OceanTurb.jl

How inappropriate to call this planet Earth when it is quite clearly Ocean.
Arthur C. Clark

OceanTurb.jl implements one-dimensional partial differential equations that model turbulent convection and diffusion in the ocean surface boundary layer. It's purpose is the exploration, development, and practical usage of ocean turbulence models.

In the scheme of things

Just beneath the surface of the ocean, atmospheric fluxes of energy, heat fresh water, salinity, and momentum due to wind, waves, precipitation, evaporation, heating, cooling, and radiation drive turbulence and mediate the exchange of quantities like heat, momentum, and carbon between the atmosphere and ocean interior. Models that approximate the effects of atmospheric forcing on turbulence and turbulent mixing in the upper ocean are critical components in ocean circulation models and coupled climate models.

Installation

Open julia, press ] at the Julian prompt to enter package manager mode, and type

pkg> add OceanTurb

Use help mode by typing ? to find information about key functions:

help?> iterate!

which should give the information

OceanTurb.iterate! — Function.

iterate!(model; Δt, Nt)

Step model forward in time for Nt steps with step size Δt.

source

Step forward m by Δt with the backward Euler method.

source

Modules and models

Solvers for various turbulence models are implemented in submodules of OceanTurb.jl.
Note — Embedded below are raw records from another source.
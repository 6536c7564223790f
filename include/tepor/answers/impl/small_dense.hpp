#pragma once
// Small symmetric matrices, row by row: eigenvalues by Jacobi's rotations, and what follows from them.

#include <cmath>
#include <tepor/base/numbers.hpp>
#include <vector>

namespace tepor::detail {

/// Eigenvalues of a symmetric n x n matrix into `value`, eigenvectors as columns of `vector` (n x n, row by row).
/// Cyclic Jacobi rotations (Jacobi 1846): small eigenvalues of graded matrices keep their digits.
inline void symmetric_eigen(std::vector<double> A, std::size_t n, std::vector<double>& value,
                            std::vector<double>& vector) {
    vector.assign(n * n, 0.0);
    for (std::size_t i = 0; i < n; ++i) vector[i * n + i] = 1.0;
    for (int sweep = 0; sweep < 60; ++sweep) {
        bool rotated = false;
        for (std::size_t p = 0; p + 1 < n; ++p)
            for (std::size_t q = p + 1; q < n; ++q) {
                const double apq = A[p * n + q];
                if (std::abs(apq) <= 1e-17 * std::sqrt(std::abs(A[p * n + p] * A[q * n + q])) || apq == 0.0) continue;
                rotated = true;
                const double theta = (A[q * n + q] - A[p * n + p]) / (2.0 * apq);
                const double t = (theta >= 0.0 ? 1.0 : -1.0) / (std::abs(theta) + std::sqrt(theta * theta + 1.0));
                const double c = 1.0 / std::sqrt(t * t + 1.0);
                const double s = t * c;
                for (std::size_t k = 0; k < n; ++k) {
                    const double x = A[k * n + p];
                    const double y = A[k * n + q];
                    A[k * n + p] = c * x - s * y;
                    A[k * n + q] = s * x + c * y;
                }
                for (std::size_t k = 0; k < n; ++k) {
                    const double x = A[p * n + k];
                    const double y = A[q * n + k];
                    A[p * n + k] = c * x - s * y;
                    A[q * n + k] = s * x + c * y;
                }
                A[p * n + q] = A[q * n + p] = 0.0;
                for (std::size_t k = 0; k < n; ++k) {
                    const double x = vector[k * n + p];
                    const double y = vector[k * n + q];
                    vector[k * n + p] = c * x - s * y;
                    vector[k * n + q] = s * x + c * y;
                }
            }
        if (!rotated) break;
    }
    value.resize(n);
    for (std::size_t i = 0; i < n; ++i) value[i] = A[i * n + i];
}

/// x := A^-1 x for a symmetric positive definite A (n x n) by Cholesky; false when it is not.
inline bool solve_definite(std::vector<double> A, std::vector<double>& x) {
    const std::size_t n = x.size();
    for (std::size_t j = 0; j < n; ++j) {
        for (std::size_t k = 0; k < j; ++k)
            for (std::size_t i = j; i < n; ++i) A[i * n + j] -= A[i * n + k] * A[j * n + k];
        if (!(A[j * n + j] > 0.0)) return false;
        const double d = std::sqrt(A[j * n + j]);
        for (std::size_t i = j; i < n; ++i) A[i * n + j] /= d;
    }
    for (std::size_t i = 0; i < n; ++i) {
        for (std::size_t k = 0; k < i; ++k) x[i] -= A[i * n + k] * x[k];
        x[i] /= A[i * n + i];
    }
    for (std::size_t i = n; i-- > 0;) {
        for (std::size_t k = i + 1; k < n; ++k) x[i] -= A[k * n + i] * x[k];
        x[i] /= A[i * n + i];
    }
    return true;
}

/// A^-1 of a symmetric positive definite matrix; false when it is not.
inline bool invert_definite(const std::vector<double>& A, std::size_t n, std::vector<double>& inverse) {
    inverse.assign(n * n, 0.0);
    for (std::size_t j = 0; j < n; ++j) {
        std::vector<double> column(n, 0.0);
        column[j] = 1.0;
        if (!solve_definite(A, column)) return false;
        for (std::size_t i = 0; i < n; ++i) inverse[i * n + j] = column[i];
    }
    return true;
}

} // namespace tepor::detail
For example, our simplest module solves the 1D diffusion equation. A diffusion Model is instantiated by writing

using OceanTurb

# 100-grid point model with height 1.0 and diffusivity 0.01.
model = Diffusion.Model(grid = UniformGrid(N=100, L=1.0), parameters = Parameters(K=0.01))

Setting an initial condition is done by writing

c₀(z) = exp(-(z + 0.5)^2 / 0.005)
model.solution.c = c₀

Time stepping a model forward looks like

iterate!(model, Δt=0.01, Nt=100)

This example, and more, can be found in the /examples directory.

In addition to simple diffusion we have models for

The K-Profile-Parameterization proposed by Large et al (1994)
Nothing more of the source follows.